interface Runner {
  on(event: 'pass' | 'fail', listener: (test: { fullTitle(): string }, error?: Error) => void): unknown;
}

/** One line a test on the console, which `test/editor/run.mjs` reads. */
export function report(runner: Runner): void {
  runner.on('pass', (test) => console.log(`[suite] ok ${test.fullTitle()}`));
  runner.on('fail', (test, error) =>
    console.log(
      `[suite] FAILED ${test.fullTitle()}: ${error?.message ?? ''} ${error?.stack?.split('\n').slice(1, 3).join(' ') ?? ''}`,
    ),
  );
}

---

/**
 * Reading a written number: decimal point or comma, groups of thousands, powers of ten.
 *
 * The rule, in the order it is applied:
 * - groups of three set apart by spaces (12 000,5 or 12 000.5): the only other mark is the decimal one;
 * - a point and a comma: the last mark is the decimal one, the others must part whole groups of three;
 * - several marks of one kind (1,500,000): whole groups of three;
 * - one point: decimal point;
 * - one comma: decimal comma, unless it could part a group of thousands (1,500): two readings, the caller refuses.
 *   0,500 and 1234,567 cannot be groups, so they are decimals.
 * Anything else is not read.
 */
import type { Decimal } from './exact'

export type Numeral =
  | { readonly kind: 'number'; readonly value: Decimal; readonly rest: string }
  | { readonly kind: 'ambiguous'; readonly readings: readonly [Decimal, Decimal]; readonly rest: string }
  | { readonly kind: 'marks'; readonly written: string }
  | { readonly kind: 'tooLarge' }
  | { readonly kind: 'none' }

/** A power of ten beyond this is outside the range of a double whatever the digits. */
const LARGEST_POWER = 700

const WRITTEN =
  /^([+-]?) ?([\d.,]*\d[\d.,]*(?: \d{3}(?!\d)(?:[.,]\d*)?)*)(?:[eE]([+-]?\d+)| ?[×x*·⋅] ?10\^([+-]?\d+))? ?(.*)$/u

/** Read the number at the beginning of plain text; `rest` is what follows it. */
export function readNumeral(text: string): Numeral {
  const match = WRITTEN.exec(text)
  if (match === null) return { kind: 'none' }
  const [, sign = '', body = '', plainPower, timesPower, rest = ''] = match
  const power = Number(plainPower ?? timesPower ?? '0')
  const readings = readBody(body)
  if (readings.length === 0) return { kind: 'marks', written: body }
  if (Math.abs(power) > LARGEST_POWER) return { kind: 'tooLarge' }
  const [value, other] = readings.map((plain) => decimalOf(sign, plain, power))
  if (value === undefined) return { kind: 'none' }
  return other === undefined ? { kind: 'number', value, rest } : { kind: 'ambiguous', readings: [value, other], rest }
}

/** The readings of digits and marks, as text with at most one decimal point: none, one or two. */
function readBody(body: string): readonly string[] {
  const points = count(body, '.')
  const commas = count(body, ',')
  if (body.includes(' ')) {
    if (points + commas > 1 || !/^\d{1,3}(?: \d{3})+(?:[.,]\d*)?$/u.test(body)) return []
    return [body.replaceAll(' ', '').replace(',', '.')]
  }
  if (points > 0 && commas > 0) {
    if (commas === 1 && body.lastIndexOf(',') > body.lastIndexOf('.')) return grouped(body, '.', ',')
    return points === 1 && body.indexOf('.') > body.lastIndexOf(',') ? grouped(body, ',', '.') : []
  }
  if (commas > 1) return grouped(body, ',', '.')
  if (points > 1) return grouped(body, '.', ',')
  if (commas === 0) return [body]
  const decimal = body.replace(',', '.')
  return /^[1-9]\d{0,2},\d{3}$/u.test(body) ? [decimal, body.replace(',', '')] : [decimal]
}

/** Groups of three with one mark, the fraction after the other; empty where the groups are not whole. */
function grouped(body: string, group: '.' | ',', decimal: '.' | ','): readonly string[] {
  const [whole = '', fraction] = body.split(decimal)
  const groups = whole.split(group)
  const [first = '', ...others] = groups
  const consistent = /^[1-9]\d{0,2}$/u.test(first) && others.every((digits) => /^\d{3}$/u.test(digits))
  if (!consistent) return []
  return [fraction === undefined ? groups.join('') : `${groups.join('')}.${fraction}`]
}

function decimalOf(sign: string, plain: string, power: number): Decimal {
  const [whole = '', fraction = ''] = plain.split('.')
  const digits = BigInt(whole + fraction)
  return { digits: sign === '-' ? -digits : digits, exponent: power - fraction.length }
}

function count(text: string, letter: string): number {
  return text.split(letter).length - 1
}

HOW TO COMPLETE THIS TASK
Only the lines above from the one with "const [whole = '', fraction]" up to and including the one with "if (!consistent) return []" should be repeated, exactly as written.

OUTPUT OF THE TASK
  const [whole = '', fraction] = body.split(decimal)
  const groups = whole.split(group)
  const [first = '', ...others] = groups
  const consistent = /^[1-9]\d{0,2}$/u.test(first) && others.every((digits) => /^\d{3}$/u.test(digits))
  if (!consistent) return []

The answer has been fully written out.